Okay last night before I went to bed, I was checking my mail as I do, and I came across a young lady newly diagnosed (Dx’d) with the JC virus. This upset me somewhat as I am sure it did “YOU” and most certainly her. Before we start I will say again I am under No circumstances a trained medical professional. Not even an untrained one, merely somebody who has endured Relapsing Remitting ms (RRms) since 1999, the exact date I am not sure, nor do I care to remember. It really is that unimportant. It just IS, a part of me and my life today and my numerous tomorrows. No big deal. I understand that is not how “YOU” feel right this very moment, but that attitude will come. “YOU” have many many years with this condition, eventually “YOU” will find a comfort level of sorts with it. Things will change in your life. Lovers and heartthrobs will go, perhaps new ones will come. As she who must be obeyed said yesterday we are really all in a very exclusive dating club. Careers and dreams will change. This is neither good or bad, it just IS. Read that last sentence again. Perhaps one more time. RRms is not our enemy, fight it and battle it and “YOU” will lose badly. This is NOT a battle to be fought and won with victory parades at the end. This is certainly more of a management strategy. How can “YOU” maintain yourself as upright as possible for as long as “YOU” possibly can. RRms is a chronic degenerative condition, it is meant to get worse up to a point.

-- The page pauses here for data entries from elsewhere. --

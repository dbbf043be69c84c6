/** What stands in a box, and how far it has come. */
export interface BoxState {
  /** As it is shown and can be typed over. */
  text: string;
  /** The standing reading on the server; null for an empty box. */
  readingId: string | null;
  /** Exact value, pm; null where there is none that can be used. */
  valuePm: number | null;
  status: "empty" | "saved" | "waiting" | "refused";
  /** Why it was refused, or what looks like a slip; one sentence. */
  error?: string | undefined;
  warning?: { message: string; suggestion?: string | undefined } | undefined;
}

/** One box to send: what was typed into it, over which reading. */
export interface Entry {
  key: string;
  typed: string;
  supersedes: string | null;
  /** The slip that the person was shown and kept. */
  keptWarning?: string | undefined;
}

interface Undo {
  key: string;
  before: BoxState;
}

export const emptyBox: BoxState = { text: "", readingId: null, valuePm: null, status: "empty" };

const mostUndo = 200;

/**
 * The state of a sheet outside React's tree: a key stroke touches one box, so it must not render the other hundreds.
 * Rows subscribe to their own boxes.
 */
export class SheetStore {
  private readonly boxes = new Map<string, BoxState>();
  private readonly listeners = new Set<() => void>();
  private readonly undos: Undo[] = [];
  private queue: Entry[] = [];
  private version = 0;

  constructor(initial: Iterable<readonly [string, BoxState]>) {
    for (const [key, box] of initial) this.boxes.set(key, box);
  }

  /** For `useSyncExternalStore`. */
  readonly subscribe = (listener: () => void): (() => void) => {
    this.listeners.add(listener);
    return () => this.listeners.delete(listener);
  };

  /** Changes with every change, for those who show all of it. */
  readonly currentVersion = (): number => this.version;

  box(key: string): BoxState {
    return this.boxes.get(key) ?? emptyBox;
  }

  /** How many boxes are waiting for the server. */
  get waiting(): number {
    return this.queue.length + this.sending.size;
  }

  private sending = new Set<string>();

  /** Puts a value in a box and in the queue to the server; what stood there can be undone. */
  commit(
    key: string,
    box: Pick<BoxState, "text" | "valuePm" | "warning" | "error">,
    keptWarning?: string,
  ): void {
    const before = this.box(key);
    this.undos.push({ key, before });
    if (this.undos.length > mostUndo) this.undos.shift();
    this.put(key, { ...before, ...box }, keptWarning);
  }

  /** Takes back the latest commit; tells which box it was. */
  undo(): string | undefined {
    const undo = this.undos.pop();
    if (!undo) return undefined;
    const { text, valuePm, warning, error } = undo.before;
    this.put(undo.key, { ...this.box(undo.key), text, valuePm, warning, error });
    return undo.key;
  }

  private put(key: string, box: BoxState, keptWarning?: string): void {
    const waiting = box.error === undefined;
    this.boxes.set(key, { ...box, status: waiting ? "waiting" : "refused" });
    // A box that waits already is sent with its newest text; it was never on the server in between.
    this.queue = this.queue.filter((entry) => entry.key !== key);
    if (waiting) this.queue.push({ key, typed: box.text, supersedes: box.readingId, keptWarning });
    this.changed();
  }

  /** The boxes to send now: each at most once, none that is on its way already. */
  takeQueue(most: number): Entry[] {
    const ready = this.queue.filter((entry) => !this.sending.has(entry.key)).slice(0, most);
    const keys = new Set(ready.map((entry) => entry.key));
    this.queue = this.queue.filter((entry) => !keys.has(entry.key));
    for (const key of keys) this.sending.add(key);
    return ready.map((entry) => ({ ...entry, supersedes: this.box(entry.key).readingId }));
  }

  /** What the server said of a box. */
  settle(key: string, answer: { readingId: string | null; error?: string | undefined }): void {
    this.sending.delete(key);
    const box = this.box(key);
    const waitsAgain = this.queue.some((entry) => entry.key === key);
    this.boxes.set(key, {
      ...box,
      readingId: answer.readingId,
      error: answer.error,
      status: waitsAgain ? "waiting" : answer.error ? "refused" : box.text === "" ? "empty" : "saved",
    });
    this.changed();
  }

  /** The server did not answer: what was on its way goes back to the head of the queue. */
  returnToQueue(entries: readonly Entry[]): void {
    for (const entry of entries) this.sending.delete(entry.key);
    const newer = new Set(this.queue.map((entry) => entry.key));
    this.queue = [...entries.filter((entry) => !newer.has(entry.key)), ...this.queue];
    this.changed();
  }

  private changed(): void {
    this.version += 1;
    for (const listener of this.listeners) listener();
  }
}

Accept this and do not fight it. There is no need to shake in fear. Some things that may degenerate at first honestly do come back with a lot of perseverance and some failures. When I first met she who must be obeyed twenty years ago she was house bound in a wheelchair and unable to drive a car. Today I can not keep her in the house. She still has issues going into stores from an incident with her bladder twenty odd years ago. Perhaps that is why I am so insistent on wearing adult protective underwear, or perhaps to I’m y own incidents with bowel bladder incidents at pizza shops. Yes, things will happen and they are not all pleasant but none other them are things to hide from or fear. They just are experiences for me to learn from and move through, during this my very long life with a chronic incurable illness, that is RRms.
With that said, I refuse to just surrender myself to RRms’s ravages. There are things that I have lost never to get back. I will never fly again, but perhaps one day. Moving to Titan is pretty unlikely but I can and do imagine. RRms has taken from me as it has from “YOU, but look closely are there things that “YOU” have gained. This group for example, I never would have met such an interesting group if RRms was not in my life. Be careful with your diagnosis (Dx) there are people out there that will try to take advantage of “YOU” people that will hurt “YOU”. We do not live in a perfect society and we are far from a perfect species. Beware of this and learn from it. Learn all that “YOU” can about our condition. Do not allow yourself to be in fear, what may happen, does not mean it will happen to “YOU”
Find and start taking the strongest Disease Modifying Therapy (DMT) that “YOU” can. There are side effects to the medicine and not every medicine works for everybody. If “YOU” are too scared of the treatment look at some of the ms Societies adds from twenty years ago. Smiling people in wheelchairs. That was my future if I did not take a medicine twenty years ago. So I took the medicine and I stand writing this to “YOU” today and will walk to the toilet(bathroom) when I need to use it. A choice, there are many choices in this our RRms life just like in life in general. Now I have never used a wheelchair myself though when I travel I always use wheelchair services, why walk through a huge airport when “YOU” can be pushed directly to your gate? Do not look at this as any type of end. Look at this as a very unexpected opportunity to be a very different “YOU”. Every moment of every day find someway to make yourself stronger “YOU will need it during your long ms journey.
Royce
I will never be what I was, I will be something different I wonder what it shall be
Sorry this is a little longer and later than usual.